Collected data entries
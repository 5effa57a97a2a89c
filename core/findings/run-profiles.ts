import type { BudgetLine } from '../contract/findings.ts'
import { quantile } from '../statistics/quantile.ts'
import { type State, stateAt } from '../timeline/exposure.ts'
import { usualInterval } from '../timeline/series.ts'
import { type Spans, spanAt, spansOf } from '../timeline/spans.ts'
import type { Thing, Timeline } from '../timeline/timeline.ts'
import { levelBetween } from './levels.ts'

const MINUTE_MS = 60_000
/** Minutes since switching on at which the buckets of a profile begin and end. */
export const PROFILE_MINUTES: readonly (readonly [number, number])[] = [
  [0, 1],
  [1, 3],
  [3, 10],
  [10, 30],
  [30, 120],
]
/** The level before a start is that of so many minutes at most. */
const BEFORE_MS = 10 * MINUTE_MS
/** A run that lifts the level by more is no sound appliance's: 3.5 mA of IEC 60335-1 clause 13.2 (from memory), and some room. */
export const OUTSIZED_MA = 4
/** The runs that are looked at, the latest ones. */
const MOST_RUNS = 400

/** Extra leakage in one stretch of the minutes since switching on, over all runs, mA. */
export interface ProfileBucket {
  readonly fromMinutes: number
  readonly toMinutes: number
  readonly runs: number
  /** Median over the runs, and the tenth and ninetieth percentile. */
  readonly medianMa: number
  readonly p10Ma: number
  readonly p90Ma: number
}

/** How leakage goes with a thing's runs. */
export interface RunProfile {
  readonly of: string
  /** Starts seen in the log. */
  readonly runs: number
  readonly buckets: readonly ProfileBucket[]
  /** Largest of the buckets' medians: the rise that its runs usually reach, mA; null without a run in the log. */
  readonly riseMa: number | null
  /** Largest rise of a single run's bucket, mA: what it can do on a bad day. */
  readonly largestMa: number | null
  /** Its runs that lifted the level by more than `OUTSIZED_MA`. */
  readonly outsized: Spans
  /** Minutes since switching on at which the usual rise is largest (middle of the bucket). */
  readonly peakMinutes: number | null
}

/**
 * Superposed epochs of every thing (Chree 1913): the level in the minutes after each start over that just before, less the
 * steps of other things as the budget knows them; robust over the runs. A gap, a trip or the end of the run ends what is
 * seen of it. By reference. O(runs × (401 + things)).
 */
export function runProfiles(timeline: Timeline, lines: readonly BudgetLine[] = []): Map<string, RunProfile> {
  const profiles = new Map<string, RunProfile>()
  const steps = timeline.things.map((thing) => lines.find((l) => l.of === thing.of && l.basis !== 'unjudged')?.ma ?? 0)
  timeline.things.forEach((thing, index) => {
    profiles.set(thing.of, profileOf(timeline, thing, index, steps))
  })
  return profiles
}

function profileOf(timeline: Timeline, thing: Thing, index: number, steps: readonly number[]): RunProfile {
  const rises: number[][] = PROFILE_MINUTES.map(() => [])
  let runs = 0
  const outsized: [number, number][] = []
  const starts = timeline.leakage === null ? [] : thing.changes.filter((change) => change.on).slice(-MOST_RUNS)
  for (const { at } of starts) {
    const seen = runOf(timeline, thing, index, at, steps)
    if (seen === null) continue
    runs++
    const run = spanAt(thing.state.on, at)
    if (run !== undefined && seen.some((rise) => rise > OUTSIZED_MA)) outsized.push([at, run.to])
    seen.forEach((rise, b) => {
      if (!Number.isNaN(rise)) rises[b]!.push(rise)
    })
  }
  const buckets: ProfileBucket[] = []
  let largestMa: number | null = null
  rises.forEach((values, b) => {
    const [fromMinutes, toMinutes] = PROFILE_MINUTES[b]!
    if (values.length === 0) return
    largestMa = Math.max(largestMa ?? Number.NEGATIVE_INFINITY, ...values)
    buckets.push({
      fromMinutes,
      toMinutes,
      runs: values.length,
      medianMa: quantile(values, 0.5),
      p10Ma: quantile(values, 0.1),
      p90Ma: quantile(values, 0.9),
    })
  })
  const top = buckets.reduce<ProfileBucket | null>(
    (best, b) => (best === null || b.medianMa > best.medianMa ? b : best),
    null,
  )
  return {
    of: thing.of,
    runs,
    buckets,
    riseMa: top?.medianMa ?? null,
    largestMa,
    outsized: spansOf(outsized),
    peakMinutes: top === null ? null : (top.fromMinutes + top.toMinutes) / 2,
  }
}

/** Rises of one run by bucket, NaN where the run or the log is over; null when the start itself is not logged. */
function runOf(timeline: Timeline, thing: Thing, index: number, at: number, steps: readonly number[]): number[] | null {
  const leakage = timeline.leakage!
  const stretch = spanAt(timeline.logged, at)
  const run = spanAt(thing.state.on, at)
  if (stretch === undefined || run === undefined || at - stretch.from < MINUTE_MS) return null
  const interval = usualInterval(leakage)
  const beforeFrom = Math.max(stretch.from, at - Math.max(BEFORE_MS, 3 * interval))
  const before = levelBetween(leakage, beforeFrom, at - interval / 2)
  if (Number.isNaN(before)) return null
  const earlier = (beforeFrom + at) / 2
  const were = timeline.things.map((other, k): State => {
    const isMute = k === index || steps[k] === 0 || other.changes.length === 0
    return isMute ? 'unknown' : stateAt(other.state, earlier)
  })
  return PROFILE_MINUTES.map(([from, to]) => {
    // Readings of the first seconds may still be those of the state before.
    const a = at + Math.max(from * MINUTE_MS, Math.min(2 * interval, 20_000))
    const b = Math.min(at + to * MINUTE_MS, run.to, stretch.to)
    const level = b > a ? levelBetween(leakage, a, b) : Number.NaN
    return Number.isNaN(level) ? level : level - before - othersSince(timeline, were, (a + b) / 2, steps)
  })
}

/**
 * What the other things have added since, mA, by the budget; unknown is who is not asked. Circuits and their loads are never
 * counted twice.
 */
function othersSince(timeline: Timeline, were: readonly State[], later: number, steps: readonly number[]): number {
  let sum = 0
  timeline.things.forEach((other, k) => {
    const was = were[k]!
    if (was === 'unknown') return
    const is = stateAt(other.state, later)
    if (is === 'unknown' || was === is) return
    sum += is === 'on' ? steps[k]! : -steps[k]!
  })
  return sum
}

> _About this exercise_
Starting at the line that has "const MINUTE_MS = 60_000" and ending at the line that has "const BEFORE_MS = 10 * MINUTE_MS", please write out the lines above exactly, leaving out all others.

> _Exercise solution_
const MINUTE_MS = 60_000
/** Minutes since switching on at which the buckets of a profile begin and end. */
export const PROFILE_MINUTES: readonly (readonly [number, number])[] = [
  [0, 1],
  [1, 3],
  [3, 10],
  [10, 30],
  [30, 120],
]
/** The level before a start is that of so many minutes at most. */
const BEFORE_MS = 10 * MINUTE_MS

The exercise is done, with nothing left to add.